▶ [WHAT YOU WILL DO]
For the records that follow, please set down exactly the lines between the one holding "def thick(joint: Faced, width: float)" and the one holding "face.overlap.outer_diameter]) / 2", inclusive, and only those.

▶ [DATA IN THIS EXERCISE]
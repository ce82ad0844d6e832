"""Which mechanical model serves a face under a load, and why."""

from __future__ import annotations

from functools import partial

import numpy as np

from slip.friction import model_points
from slip.friction.faces import Faced, FaceStiffness, lap_of, plate_shear, thicknesses
from slip.friction.model import Model
from slip.joint.contact import PressedFace
from slip.joint.joint import Joint
from slip.joint.plates import Rectangle
from slip.pressure.patch import Patch, from_profile

Array = np.ndarray
ACROSS = 32  # points along each side of a rectangle that is pressed evenly
RINGS, AROUND = 12, 72  # of a ring that is pressed evenly
NOT_ALONG = "load not along two lapped plates with outlines and load edges"


def choose(joint: Joint, patch: Patch, stiffness: FaceStiffness, load: Array, clamp: Array) -> Model:
    """The model for one load (Vx, Vy, Mz at the centroid) [N, N mm]; clamp (n,) [N] is only asked for what the range says.

    Strips for a lap that is pulled along, half-spaces for plates thicker than a patch is wide, points for all others.
    """
    lap = lap_of(joint, load)
    if lap is not None:
        from slip.friction import model_strips  # brings a band solver; only a lap pays for it

        laid = partial(model_strips.of_patches, joint.pattern.positions, patch, lap)
        return model_strips.strips(lap, laid, stiffness, clamp)
    width, notes = 2 * patch.contact_radius, tuple[str, ...]()
    if thick(joint, width):
        from slip.friction import model_blocks  # brings SciPy's transforms; only thick blocks pay for them

        grid = model_blocks.of_patches(joint.pattern.arms, patch)
        if grid is not None:
            return model_blocks.blocks(joint, grid, stiffness, ())
        notes = ("thick blocks, yet too many cells between far bolts: each point yields for itself",)
    points = model_points.of_patches(joint.pattern.arms, patch)
    return _points(model_points.PATCHES, joint, points, stiffness, width, notes)


def choose_face(face: PressedFace, stiffness: FaceStiffness, load: Array) -> Model:
    """The model of a face that is pressed evenly; load at the middle of the face. The one clamp is the force that presses it."""
    lap = lap_of(face, load)
    if lap is not None:
        from slip.friction import model_strips  # as above

        return model_strips.strips(lap, partial(model_strips.even, lap), stiffness, np.array([face.force]))
    if thick(face, face.width):
        from slip.friction import model_blocks  # as above

        overlap = face.overlap
        if isinstance(overlap, Rectangle):
            grid = model_blocks.of_rectangle(overlap)
        else:
            found = model_blocks.of_patches(np.zeros((1, 2)), _ring(face))
            assert found is not None, "one patch has few cells"
            grid = found
        return model_blocks.blocks(face, grid, stiffness, ())
    return _points(model_points.FACE, face, over(face), stiffness, face.width, ())


def thick(joint: Faced, width: float) -> bool:
    """Whether both plates at the face are thicker than the face is wide [mm], and their own give counts.

    From there on a half-space yields less than t/(3G): under even traction a round one of width d yields by 0.36 d/G in the mean.
    """
    return joint.interface.plate_shear and all(t > width for t in thicknesses(joint))


def over(face: PressedFace) -> model_points.Points:
    """Points over a face that is pressed evenly, from its middle."""
    if isinstance(face.overlap, Rectangle):
        o, inside = face.overlap, (np.arange(ACROSS) + 0.5) / ACROSS - 0.5
        x, y = np.meshgrid(inside * (o.x1 - o.x0), inside * (o.y1 - o.y0), indexing="ij")
        places, areas = np.stack([x.ravel(), y.ravel()], axis=-1), np.full(x.size, face.area / x.size)
    else:
        patch = _ring(face)
        places, areas = patch.points, patch.areas * (face.area / patch.areas.sum())
    return model_points.Points(places, areas, np.zeros(len(areas), dtype=int), np.full((len(areas), 1), 1 / face.area))


def _ring(face: PressedFace) -> Patch:
    """A ring-shaped face as a patch of even pressure."""
    assert not isinstance(face.overlap, Rectangle)
    radii = np.array([face.overlap.inner_diameter, face.overlap.outer_diameter]) / 2
    return from_profile(radii, np.ones(2), RINGS, AROUND)


def _points(
    name: str, joint: Faced, laid: model_points.Points, stiffness: FaceStiffness, width: float, notes: tuple[str, ...]
) -> Model:
    """Points, with what the range of t/(3G) says: meant for a face that is wide against its plates."""
    why = f"plates rigid in plane; {NOT_ALONG}"
    thickest = max(thicknesses(joint))
    if width < model_points.WIDE * thickest:
        say = joint.system.say
        patches = f"{say(thickest, 'length')} under patches {say(width, 'length')} wide"
        notes = (*notes, f"a plate of {patches}: its own give is only roughly counted")
    faces = joint.interface.parallel_faces
    return model_points.points(name, laid, stiffness, plate_shear(joint), faces, why, notes)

▶ [THE ANSWER]
def thick(joint: Faced, width: float) -> bool:
    """Whether both plates at the face are thicker than the face is wide [mm], and their own give counts.

    From there on a half-space yields less than t/(3G): under even traction a round one of width d yields by 0.36 d/G in the mean.
    """
    return joint.interface.plate_shear and all(t > width for t in thicknesses(joint))


def over(face: PressedFace) -> model_points.Points:
    """Points over a face that is pressed evenly, from its middle."""
    if isinstance(face.overlap, Rectangle):
        o, inside = face.overlap, (np.arange(ACROSS) + 0.5) / ACROSS - 0.5
        x, y = np.meshgrid(inside * (o.x1 - o.x0), inside * (o.y1 - o.y0), indexing="ij")
        places, areas = np.stack([x.ravel(), y.ravel()], axis=-1), np.full(x.size, face.area / x.size)
    else:
        patch = _ring(face)
        places, areas = patch.points, patch.areas * (face.area / patch.areas.sum())
    return model_points.Points(places, areas, np.zeros(len(areas), dtype=int), np.full((len(areas), 1), 1 / face.area))


def _ring(face: PressedFace) -> Patch:
    """A ring-shaped face as a patch of even pressure."""
    assert not isinstance(face.overlap, Rectangle)
    radii = np.array([face.overlap.inner_diameter, face.overlap.outer_diameter]) / 2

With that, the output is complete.